FanXpert2: big LOL: I change a fan from a plug to another (after running auto-tune of fans), now after reboot it constantly warms me that "that" fan is at Zero revs. Haha. There is no perfection in this world...

Mounting and connecting was also a nightmare: too many things (mSata combo with microscopic Wifi antena cables, ROG Connect, 2 fan headers under my Noctua (Asus: why place connectors so close and under the CPU fan area...?)

This love needs time...


----------



## erixx (Oct 25, 2012)

Fans playing games with me, after auto-setup and changing fans and getting weird warnings : go into Probe II and (un)check fans as needed....


----------



## erixx (Oct 26, 2012)

Gotta love the ProbeII warnings:

[10/26/2012 at 07:40 am] CPU -121,0 Abnormal


Seriously....... this is funny. Feeling sooo cold!


----------



## DannibusX (Oct 26, 2012)

ProbeII is saying your CPU is at 121 degrees?  I'd shut that mother off and check my heatsink, TIM and fans if I were you.


----------



## erixx (Oct 26, 2012)

DannibusX said:


> ProbeII is saying your CPU is at 121 degrees?  I'd shut that mother off and check my heatsink, TIM and fans if I were you.



The minus in front.... 

After using several monitoring softwares over the past decades one knows to take it with a grain of salt 

Some software reports always 10 degrees more out of nowhere, etc... some are incompatible.

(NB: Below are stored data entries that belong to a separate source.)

export class EnginePool {
  private workers: PoolWorker[] = [];
  private jobs = new Map<number, Job>();
  private nextJob = 1;
  private owners: string[] = [];
  private ownerTurn = 0;
  private jobTurn = new Map<string, number>();
  private stopped = false;
  private nextEstimate = 1;
  readonly size: number;

  constructor(private readonly opts: PoolOptions = {}) {
    this.size = Math.max(1, opts.threads ?? defaultThreads());
    for (let i = 0; i < this.size; i++) this.workers.push(this.spawn());
  }

  /** Studies open in the pool (running or finishing). */
  get activeStudies(): number {
    return this.jobs.size;
  }

  /** The worker threads, for tests that stop one to see it replaced. */
  threadsForTest(): Worker[] {
    return this.workers.map((p) => p.w);
  }

  /** Run a validated study; resolves to its result file. Rejects with StudyAbortedError on abort. */
  async run(stack: StackFile, study: StudyFile, opts: PoolRunOptions = {}): Promise<ResultFile> {
    if (this.stopped) throw new StudyAbortedError("the engine pool is stopped");
    if (opts.signal?.aborted) throw new StudyAbortedError();
    const prep = prepareStudy(stack, study, { trials: opts.trials, seed: opts.seed });
    const job: Job = {
      id: this.nextJob++,
      owner: opts.owner ?? "",
      prep,
      coord: newCoordinator(prep),
      queue: [],
      delivered: new Set(),
      ranOn: new Map(),
      states: new Map(),
      deaths: 0,
      failed: null,
      wake: null,
      onProgress: opts.onProgress,
      firstTrialAt: NaN,
      parts: null,
    };
    this.jobs.set(job.id, job);
    if (!this.owners.includes(job.owner)) this.owners.push(job.owner);
    const onAbort = () => this.fail(job, new StudyAbortedError());
    opts.signal?.addEventListener("abort", onAbort, { once: true });
    try {
      const blocks = prep.plan.blocks;
      // fixed studies: every block at once; adaptive: one run of blocks at a time (JCGM 101 7.9)
      const step = prep.adaptive ? prep.adaptive.runBlocks : blocks;
      let next = 0;
      while (next < blocks) {
        const end = Math.min(blocks, next + step);
        for (let b = next; b < end; b++) job.queue.push(b);
        next = end;
        this.pump();
        await this.until(job, () => job.coord.merged >= end);
        if (prep.adaptive && adaptiveDone(prep, job.coord)) break;
      }
      const states = await this.collectStates(job);
      const figures = stateFigures(prep, job.coord, mergeWorkerStates(states));
      const fromWorker = job.parts ? await job.parts.promise : null;
      if (job.failed) throw job.failed;
      if (!fromWorker) this.opts.log?.("engine: the result's model parts were computed on the pool's own thread");
      return assembleResult(prep, job.coord, figures, fromWorker ?? resultParts(prep, partsInput(job.coord)));
    } finally {
      opts.signal?.removeEventListener("abort", onAbort);
      this.close(job);
    }
  }

  /**
   * The live estimate of a validated stack (shared/engine/live-estimate.ts), on the least busy
   * engine thread: the same figures as the editor's, without running trials on the caller's
   * thread (on the server, the one that answers requests). Rejects with StudyAbortedError when
   * the pool is stopped, with the engine's message when the estimate fails.
   */
  async estimate(stack: StackFile, live: LiveStudy): Promise<EstimateSummary> {
    for (let tries = 0; tries < ESTIMATE_TRIES; tries++) {
      if (this.stopped) throw new StudyAbortedError("the engine pool is stopped");
      const p = this.workers.filter((w) => w.alive).sort((a, b) => a.inFlight + a.estimates.size - (b.inFlight + b.estimates.size))[0];
      if (!p) break;
      const request = this.nextEstimate++;
      const answer = await new Promise<{ summary: EstimateSummary | null; message?: string } | null>((resolve) => {
        p.estimates.set(request, resolve);
        p.w.postMessage({ type: "estimate", request, stack, live } satisfies ToWorker);
      });
      if (answer?.summary) return answer.summary;
      if (answer) throw new Error(`the live estimate failed: ${answer.message ?? "no figures"}`);
      // the thread died under it: a replacement is starting, ask again
    }
    throw new StudyAbortedError("no engine thread could run the live estimate");
  }

  /** Stops every worker; running studies reject with StudyAbortedError. */
  async stop(): Promise<void> {
    if (this.stopped) return;
    this.stopped = true;
    for (const job of this.jobs.values()) this.fail(job, new StudyAbortedError("the engine pool stopped"));
    const ws = this.workers;
    this.workers = [];
    for (const p of ws) {
      p.alive = false;
      for (const answer of p.estimates.values()) answer(null);
      p.estimates.clear();
    }
    await Promise.all(ws.map((p) => p.w.terminate()));
  }

  private spawn(): PoolWorker {
    const w = startEngineThread(this.opts.nice);
    const p: PoolWorker = { w, inFlight: 0, open: new Set(), alive: true, estimates: new Map() };
    w.on("message", (msg: FromWorker) => this.onMessage(p, msg));
    w.on("error", (e) => this.opts.log?.("engine worker error", e));
    w.on("exit", () => this.onExit(p));
    return p;
  }

  private onMessage(p: PoolWorker, msg: FromWorker) {
    if (msg.type === "estimate") {
      const answer = p.estimates.get(msg.request);
      p.estimates.delete(msg.request);
      answer?.({ summary: msg.summary, message: msg.message });
      return;
    }
    const job = this.jobs.get(msg.job);
    if (msg.type === "block" || msg.type === "dropped" || (msg.type === "error" && msg.block !== undefined)) p.inFlight--;
    if (msg.type === "block" && job && !job.failed) {
      const partial = msg.partial as BlockPartial;
      if (!(msg.startedAt >= job.firstTrialAt)) job.firstTrialAt = msg.startedAt;
      // a block run again after a worker died: its partial was folded the first time
      if (!job.delivered.has(partial.block)) {
        job.delivered.add(partial.block);
        if (job.coord.add(partial))
          job.onProgress?.({ trialsDone: job.coord.trials, trialsTotal: job.prep.plan.trials, firstTrialAt: job.firstTrialAt });
      }
      this.notify(job);
    } else if (msg.type === "state" && job) {
      // a worker asked for the parts keeps the study open until it has sent them
      if (job.parts?.on !== p) p.open.delete(job.id);
      job.states.get(p)?.(msg.state);
    } else if (msg.type === "parts" && job && job.parts?.on === p) {
      p.open.delete(job.id);
      job.parts.resolve(msg.parts && unpackParts(msg.parts));
    } else if (msg.type === "error" && job) {
      p.open.delete(job.id);
      this.fail(job, new Error(`engine worker failed: ${msg.message}`));
    }
    this.pump();
  }

  private onExit(p: PoolWorker) {
    if (!p.alive) return;
    p.alive = false;
    for (const answer of p.estimates.values()) answer(null);
    p.estimates.clear();
    const i = this.workers.indexOf(p);
    if (i < 0) return;
    this.opts.log?.("an engine worker thread stopped; starting a replacement");
    this.workers[i] = this.spawn();
    for (const job of this.jobs.values()) {
      const lost = job.ranOn.get(p);
      job.ranOn.delete(p);
      job.states.get(p)?.(null);
      if (job.parts?.on === p) job.parts.resolve(null);
      if (!lost || lost.size === 0) continue;
      if (++job.deaths > MAX_WORKER_DEATHS) {
        this.fail(job, new Error("engine worker threads stopped repeatedly while running this study"));
        continue;
      }
      // its counts died with it: run those blocks again, first
      job.queue.unshift(...[...lost].sort((a, b) => a - b));
    }
    this.pump();
  }

  /** Hand out blocks while workers have room: owners round robin, then their studies in turn. */
  private pump() {
    if (this.stopped) return;
    for (;;) {
      const p = this.freeWorker();
      if (!p) return;
      const job = this.pickJob();
      if (!job) return;
      const block = job.queue.shift()!;
      if (!p.open.has(job.id)) {
        const { stack, study } = job.prep;
        p.w.postMessage({ type: "open", job: job.id, stack, study, overrides: {} } satisfies ToWorker);
        p.open.add(job.id);
      }
      let set = job.ranOn.get(p);
      if (!set) job.ranOn.set(p, (set = new Set()));
      set.add(block);
      p.inFlight++;
      p.w.postMessage({ type: "run", job: job.id, block } satisfies ToWorker);
    }
  }

  private freeWorker(): PoolWorker | null {
    let best: PoolWorker | null = null;
    for (const p of this.workers) if (p.alive && p.inFlight < SLOTS && (!best || p.inFlight < best.inFlight)) best = p;
    return best;
  }

  private pickJob(): Job | null {
    const n = this.owners.length;
    for (let k = 0; k < n; k++) {
      const oi = (this.ownerTurn + k) % n;
      const owner = this.owners[oi];
      const mine = [...this.jobs.values()].filter((j) => j.owner === owner && !j.failed && j.queue.length > 0);
      if (!mine.length) continue;
      const t = this.jobTurn.get(owner) ?? 0;
      const job = mine[t % mine.length];
      this.jobTurn.set(owner, t + 1);
      this.ownerTurn = oi + 1;
      return job;
    }
    return null;
  }

  /**
   * Asks every worker holding counts of the study for its state. A worker that dies before
   * answering had its blocks queued again (onExit); they run elsewhere and that worker is asked.
   */
  private async collectStates(job: Job): Promise<WorkerState[]> {
    const collected: WorkerState[] = [];
    for (;;) {
      // finish is sent after the runs on the same port, so a worker answers with every block
      await this.until(job, () => job.queue.length === 0);
      const holders = [...job.ranOn.keys()];
      if (holders.length === 0) return collected;
      const got = await Promise.all(
        holders.map(
          (p, i) =>
            new Promise<WorkerState | null>((resolve) => {
              job.states.set(p, resolve);
              // the first holder of the first round computes the parts after its state
              const asked = i === 0 && !job.parts;
              if (asked) this.askParts(job, p);
              p.w.postMessage({ type: "finish", job: job.id, parts: asked ? partsInput(job.coord) : undefined } satisfies ToWorker);
            }),
        ),
      );
      job.states.clear();
      if (job.failed) throw job.failed;
      holders.forEach((p, i) => {
        const st = got[i];
        if (st) {
          collected.push(st);
          job.ranOn.delete(p);
        }
      });
    }
  }

  /** The parts will come from p, once it has sent them (null if it cannot). */
  private askParts(job: Job, p: PoolWorker): void {
    let resolve!: (r: ResultParts | null) => void;
    const promise = new Promise<ResultParts | null>((r) => (resolve = r));
    job.parts = { on: p, promise, resolve };
  }

  private async until(job: Job, cond: () => boolean) {
    while (!job.failed && !cond()) await new Promise<void>((r) => (job.wake = r));
    if (job.failed) throw job.failed;
  }

  private notify(job: Job) {
    const w = job.wake;
    job.wake = null;
    w?.();
  }

  private fail(job: Job, e: Error) {
    job.failed ??= e;
    job.queue.length = 0;
    for (const r of job.states.values()) r(null);
    job.parts?.resolve(null);
    this.notify(job);
  }

  private close(job: Job) {
    this.jobs.delete(job.id);
    for (const p of this.workers) {
      if (p.open.has(job.id) && p.alive) p.w.postMessage({ type: "close", job: job.id } satisfies ToWorker);
      p.open.delete(job.id);
    }
    if (![...this.jobs.values()].some((j) => j.owner === job.owner)) {
      this.owners = this.owners.filter((o) => o !== job.owner);
      this.jobTurn.delete(job.owner);
    }
  }
}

Aida64 for example (not updated since my suscription ended) reports all kind fo sh1t with this Z77 board.


----------



## erixx (Oct 26, 2012)

Some more things to note:

GFX670 apparently is in 8x mode in the 16x (1st) lane. Have to check stuff. 
Then, in BIOS there are PCI16x settings like "Auto" "Mode1" "Mode2". Undocumented. haha loving taiwanese quality assurement department.

A shame I am having a bad day at work, no time. And weekend at countryside. So whole next week to look at this and W8... amazing times!


----------



## erixx (Nov 6, 2012)

- 4 mobo leds to show issues (ram, disc, mobo, cpu) are hidden by 24+ power plug. Great idea.

- OC KEY is flimsy and stupid to install, still not used it....

- Why do I want a mSata port for bluetooth, Wifi and optional mSata disk? no idea... (I have a true SSD drive, use wired ethernet for internet and have no relevant BT devices, and I have an old BT stick that works just fine)

- This is incredible: unless I take out my TV PCI-E card, my GPU will not run in 16x mode. I have only 3 cards for 6 slots: GPU, X-Fi, and TV card.
Is this normal or acceptable?

- on-board USB 3 connectors are horrible (all brands) Guys: make something that is sturdy!


----------



## erixx (Nov 7, 2012)

- Magically my tv card works now. Don't ask me why. I think I installed "labeled as w8 drivers" with w7 compatibility mode... AverMedia: haha!

- Running CPU at stock speeds: no more problems: I really got to learn more, this is not just increment multi and voltage!!!

- Funny enough: CPU Level Up in BIOS says: Level up to "4200, 4500, 4800 (recommended)" ... Are they serious ?  It just hangs of course.

- I had to dremmel parts of the OC key off to be able to install it with the 2 tiny screws. It works, at least. Gotta test more. The OC Key has one side with silver letters (asus etc), and that is the side which by design of the DVI port where it plugs will always be facing down... haha Taiwanese ohlalala!!!!!!


----------



## Sasqui (Nov 7, 2012)

It all sounds like ASUS has made things way too complicated for *them *to even manage, let alone someone who bought the board.


----------



## Vlada011 (Nov 8, 2012)

What is better for gamers Maximus 5 Formula or Maximus 5 Extreme???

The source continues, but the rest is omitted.